## TASK PROMPT
Starting with the line that contains "a minus sign." and stopping after the line that contains "text = format(value, spec)", return each line below exactly as written, with no others.

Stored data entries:
╭──

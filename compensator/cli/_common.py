"""Shared printing helpers for commands: tables for people, JSON for machines."""

from __future__ import annotations

import math
import sys
from collections.abc import Sequence

import numpy as np

from compensator.errors import InputError, Problem
from compensator.vocabulary import dumps_json, to_json_value

#: Kept for callers of the old name: the one serialiser is :func:`compensator.vocabulary.to_json_value`.
jsonable = to_json_value

#: Exit statuses, used by every command (and by ``compensator.cli.main``).
EXIT_OK = 0
#: A check the command ran failed (e.g. an unstable loop, a bound not met).
EXIT_FAILURE = 1
#: The user's input is wrong (bad option, bad file): one line per problem on stderr.
EXIT_USAGE = 2
#: The input was well-formed but nothing in it could be analysed (every fit failed).
EXIT_NOTHING_ANALYSED = 3
#: Interrupted by Ctrl-C (128 + SIGINT).
EXIT_INTERRUPTED = 130

COMMAND_LINE = "<command line>"

#: Where the JSON fields are documented (generated from :mod:`compensator.vocabulary`).
JSON_FIELDS_DOC = "docs/json-fields.md"


def usage_error(flag: str, reason: str) -> InputError:
    """The one way to build a command-line usage error (raise what it returns).

    Parameters
    ----------
    flag : str
        The option at fault, e.g. ``"--rate-hz"`` ("" for the command as a whole).
    reason : str
        What is wrong, in plain words, with the value given.
    """
    return InputError(Problem(COMMAND_LINE, 0, flag, reason))


def print_json(value, stream=None) -> None:
    """Write the JSON document of ``value`` to stdout (or ``stream``).

    The document is built by :func:`compensator.vocabulary.json_document`:
    it carries ``schema_version`` and ``compensator_version``, floats rounded
    to :data:`~compensator.vocabulary.SIGNIFICANT_DIGITS` significant digits,
    no negative zero, and ``null`` for non-finite values.

    Parameters
    ----------
    value : record or mapping
        The command's result; every key must be a registered field name.
    stream : file-like, optional
        Where to write (default ``sys.stdout``).
    """
    (stream or sys.stdout).write(dumps_json(value))


def format_number(value, spec: str = "") -> str:
    """``format(value, spec)``, except that a number that prints as zero never carries a minus sign.

    Parameters
    ----------
    value : object
        A number (other values are formatted as they are).
    spec : str, optional
        A ``format()`` specification, e.g. ``".3f"`` or ``"+.2e"``.

    Examples
    --------
    >>> format_number(-0.0001, ".3f"), format_number(-0.0, "+.1f"), format_number(-0.02, ".1f")
    ('0.000', '+0.0', '0.0')
    """
    text = format(value, spec)
    if isinstance(value, (float, np.floating)) and "-" in text and math.isfinite(value):
        mantissa = text.lower().split("e")[0]
        if not any(ch in "123456789" for ch in mantissa):
            text = format(0.0, spec)
    return text


def format_table(rows: Sequence[Sequence], headers: Sequence[str], formats: Sequence[str] | None = None) -> str:
    """Render rows as a right-aligned plain-text table.

    Parameters
    ----------
    rows : sequence of sequences
        Cell values, one inner sequence per row.
    headers : sequence of str
        Column titles (put the unit in the title).
    formats : sequence of str, optional
        ``format()`` specs per column, e.g. ``".3f"``; strings pass through.
        A number that prints as zero never shows a minus sign ("-0.000").
    """
    formats = list(formats or [""] * len(headers))
    cells = [[str(h) for h in headers]]
    for row in rows:
        cells.append([
            v if isinstance(v, str) else format_number(v, f) for v, f in zip(row, formats)
        ])
    widths = [max(len(r[i]) for r in cells) for i in range(len(headers))]
    lines = ["  ".join(c.rjust(w) for c, w in zip(r, widths)) for r in cells]
    lines.insert(1, "  ".join("-" * w for w in widths))
    return "\n".join(lines)


def add_json_flag(parser) -> None:
    """Add the standard ``--json`` flag."""
    parser.add_argument("--json", action="store_true",
                        help=f"print machine-readable JSON on stdout instead of the table; every field's unit and "
                             f"meaning: {JSON_FIELDS_DOC}")


def finite_float(text: str) -> float:
    """argparse type: a finite number (no nan or inf)."""
    import argparse

    try:
        value = float(text)
    except ValueError:
        raise argparse.ArgumentTypeError(f"expected a number, got {text!r}") from None
    if not math.isfinite(value):
        raise argparse.ArgumentTypeError(f"must be finite, got {text!r}")
    return value


def temperature_c(text: str) -> float:
    """argparse type: a finite temperature above absolute zero, degree Celsius."""
    import argparse

    value = finite_float(text)
    if value <= -273.15:
        raise argparse.ArgumentTypeError(f"must be above absolute zero (-273.15 C), got {text!r}")
    return value


def positive_float(text: str) -> float:
    """argparse type: a finite number greater than zero."""
    import argparse

    value = finite_float(text)
    if value <= 0:
        raise argparse.ArgumentTypeError(f"must be greater than 0, got {text!r}")
    return value


def non_negative_float(text: str) -> float:
    """argparse type: a finite number at least zero."""
    import argparse

    value = finite_float(text)
    if value < 0:
        raise argparse.ArgumentTypeError(f"must be at least 0, got {text!r}")
    return value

╰──

## RESPONSE TO THIS EXERCISE
    """``format(value, spec)``, except that a number that prints as zero never carries a minus sign.

    Parameters
    ----------
    value : object
        A number (other values are formatted as they are).
    spec : str, optional
        A ``format()`` specification, e.g. ``".3f"`` or ``"+.2e"``.

    Examples
    --------
    >>> format_number(-0.0001, ".3f"), format_number(-0.0, "+.1f"), format_number(-0.02, ".1f")
    ('0.000', '+0.0', '0.0')
    """
    text = format(value, spec)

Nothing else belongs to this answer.